L’amministratore delegato di un’impresa edile l’aveva contattato un anno prima incaricandolo di redigere la progettazione preliminare per la realizzazione, in un immobile di proprietà di un ordine religioso, di una clinica privata in convenzione. Il progetto, concluso agli inizi del 2006, era stato favorevolmente
accolto sia dal committente che dalla rappresentante dell’ordine religioso, il che aveva lasciato pensare all’architetto che a lui sarebbero state affidate anche le attività successive di progettazione esecutiva e di direzione dei lavori. Ma la cosa non andò così. Nel luglio 2006 il professionista venne sollevato dall’incarico. E la ragione di una simile decisione, l’architetto non ha mancato di riferirla agli inquirenti. “L’amministratore delegato dell’impresa confidava all’architetto di essere stato costretto, pur essendone
pienamente soddisfatto, a fare meno del suo contributo professionale a causa delle pressioni ricevute da dirigenti del settore tecnico dell’Asl Na1 che, d’altra parte, erano in grado di condizionare, con l’eventuale mancato rilascio dei necessari pareri favorevoli, il rilascio della autorizzazione ad operare”,
si legge nell’ordinanza a firma del gip Diani. Ma non è tutto. L’architetto racconta ancora che “l’amministratore delegato dell’impresa aveva particolarmente sofferto l’intervento definito ‘arrogante’ di tale Ragosta che, in occasione di un incontro tenuto presso il suo ufficio aveva imposto a lui ed al padre, presente all’incontro, la nomina sia dell’impresa che del direttore dei lavori”. L’architetto non aggiunge altro. Ma per la procura è più che sufficiente per passare ai raggi x la vita di Ragosta al fine di comprendere le ragioni del suo intervento a gamba tesa in quell’affare.
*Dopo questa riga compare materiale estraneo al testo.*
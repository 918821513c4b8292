import { describe, expect, it } from 'vitest';
import { apart, moduleWith, outcomeOf, pulseOf } from './modules.ts';

describe('the gate', () => {
  const pulse = pulseOf(moduleWith({}));

  it('fails where it closes before the pulse has died', () => {
    const { figures, train } = outcomeOf(moduleWith({ qSwitch: { gate: pulse.build_up_time_s! } }));
    expect(figures.pulse).toBeUndefined();
    expect(figures.train).toEqual({ repetition_rate_Hz: 20 });
    expect(train.first).toBeUndefined();
    expect(figures.state.inversion_ratio).toBeGreaterThan(2);
  });

  it('lies between 2 and 6 widths after the peak at its shortest', () => {
    const gateOf = (widths: number) => pulse.build_up_time_s! + widths * pulse.width_fwhm_s;
    expect(outcomeOf(moduleWith({ qSwitch: { gate: gateOf(2) } })).figures.pulse).toBeUndefined();
    expect(pulseOf(moduleWith({ qSwitch: { gate: gateOf(6) } })).energy_J).toBe(pulse.energy_J);
  });

  it('that fails time after time lets the inversion pile up until one opening fires', () => {
    // At 2 kHz a lifetime spans many periods: what a failed opening leaves shortens the build-up of the next.
    const base = moduleWith({
      medium: { upperLevelLifetime: 5e-3 },
      pump: { duration: 200e-6, power: 300 },
      qSwitch: { repetitionRate: 2000 },
    });
    const open = outcomeOf(base);
    const short = outcomeOf(moduleWith({ qSwitch: { gate: 0.8 * open.train.first!.buildUp! } }, base));
    expect(short.train.first!.energy).toBeGreaterThan(1.2 * open.train.first!.energy);
    expect(short.figures.pulse!.build_up_time_s!).toBeLessThan(0.8 * open.train.first!.buildUp!);
    expect(short.figures.train.average_power_W!).toBeLessThanOrEqual(2000 * short.figures.pulse!.energy_J);
  });
});

describe('when the switch opens', () => {
  it('early, only the ions stored by then count', () => {
    const early = outcomeOf(moduleWith({ qSwitch: { opensAt: 120e-6 } })).figures;
    const shorter = outcomeOf(moduleWith({ pump: { duration: 120e-6 }, qSwitch: { opensAt: 120e-6 } })).figures;
    expect(early).toEqual(shorter);
    expect(early.state.stored_energy_J! / outcomeOf(moduleWith({})).figures.state.stored_energy_J!).toBeCloseTo(
      (1 - Math.exp(-120 / 230)) / (1 - Math.exp(-200 / 230)),
      9,
    );
  });

  it('late, the inversion has decayed', () => {
    const prompt = outcomeOf(moduleWith({})).figures;
    const late = outcomeOf(moduleWith({ qSwitch: { opensAt: 260e-6 } })).figures;
    expect(late.state.round_trip_gain_log! / prompt.state.round_trip_gain_log!).toBeCloseTo(Math.exp(-60 / 230), 9);
    expect(late.state.stored_energy_J! / prompt.state.stored_energy_J!).toBeCloseTo(Math.exp(-60 / 230), 9);
    expect(late.pulse!.energy_J).toBeLessThan(prompt.pulse!.energy_J);
  });

  it('below threshold, there is a state but no pulse', () => {
    const { figures } = outcomeOf(moduleWith({ pump: { power: 200 } }));
    expect(figures.pulse).toBeUndefined();
    expect(figures.state.inversion_ratio).toBeLessThan(1);
    expect(figures.state.extraction_efficiency).toBeUndefined();
    expect(figures.surfaces).toEqual([]);
  });

  it('below threshold at first, later openings fire on what the first ones left', () => {
    const base = moduleWith({
      medium: { upperLevelLifetime: 5e-3 },
      pump: { power: 130 },
      qSwitch: { repetitionRate: 1000, gate: 0.5e-3 },
    });
    const alone = outcomeOf(moduleWith({ qSwitch: { repetitionRate: 1 } }, base)).figures;
    expect(alone.state.inversion_ratio).toBeLessThan(1);
    expect(alone.pulse).toBeUndefined();
    const { figures, train } = outcomeOf(base);
    expect(train.first).toBeDefined();
    expect(figures.train.average_power_W).toBeGreaterThan(0);
  });
});

describe('storage under a pump pulse', () => {
  // Source: W. Koechner, Solid-State Laser Engineering, ch. 8: (τ/t_p)(1 − e^(−t_p/τ)) for a lifetime of 230 µs.
  it.each([
    [100e-6, 0.810968],
    [200e-6, 0.667996],
    [230e-6, 0.632121],
    [500e-6, 0.407683],
  ])('of %d s keeps the part %d', (duration, part) => {
    const module = moduleWith({ pump: { duration }, qSwitch: { opensAt: duration } });
    const pumped = 600 * 0.85 * 0.95 * duration * (808 / 1064);
    expect(outcomeOf(module).figures.state.stored_energy_J! / pumped).toBeCloseTo(part, 6);
  });

  it.each(['flat', 'gaussian'] as const)('counts all pumped area, whatever the beams: %s pump', (profile) => {
    const stored = 600 * 0.85 * 0.95 * 230e-6 * (1 - Math.exp(-200 / 230)) * (808 / 1064);
    for (const mode of ['flat', 'gaussian'] as const) {
      for (const reabsorbing of [false, true]) {
        const { figures } = outcomeOf(
          moduleWith({
            medium: reabsorbing ? { absorptionCrossSection: 3e-27, ionDensity: 1e26 } : {},
            pump: { beam: { profile, radius: 2e-3 } },
            resonator: { beam: { profile: mode, radius: 0.7e-3 } },
          }),
        );
        expect(apart(figures.state.stored_energy_J!, stored)).toBeLessThan(1e-12);
        expect(figures.state.extraction_efficiency!).toBeCloseTo(figures.pulse!.energy_J / stored, 12);
      }
    }
  });

  it('is rate times lifetime under a continuous pump at a low rate', () => {
    const { figures } = outcomeOf(
      moduleWith({ pump: { kind: 'continuous', power: 100 }, qSwitch: { repetitionRate: 20, opensAt: 0.05 } }),
    );
    expect(apart(figures.state.stored_energy_J!, 100 * 0.85 * 0.95 * 230e-6 * (808 / 1064))).toBeLessThan(1e-12);
  });
});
La Finanza ha il compito di indagare. E la scoperta arriva quasi subito: nella disponibilità
del funzionario dell’Asl c’è una barca modello Fiart 40 di notevole valore economico “difficilmente compatibile con i redditi legittimi del Ragosta e di sua moglie, biologa anch’essa dipendente dell’Asl Na1”. Si scava ancora. E alla fine si scopre che la “proprietà del natante risultava fare capo ad una società di leasing” e che “il conduttore era Vincenzo Cotugno”. Un “dato significativo”, scrivono gli inquirenti. La chiave di volta di un’indagine che già fa tremare il mondo della politica napoletana.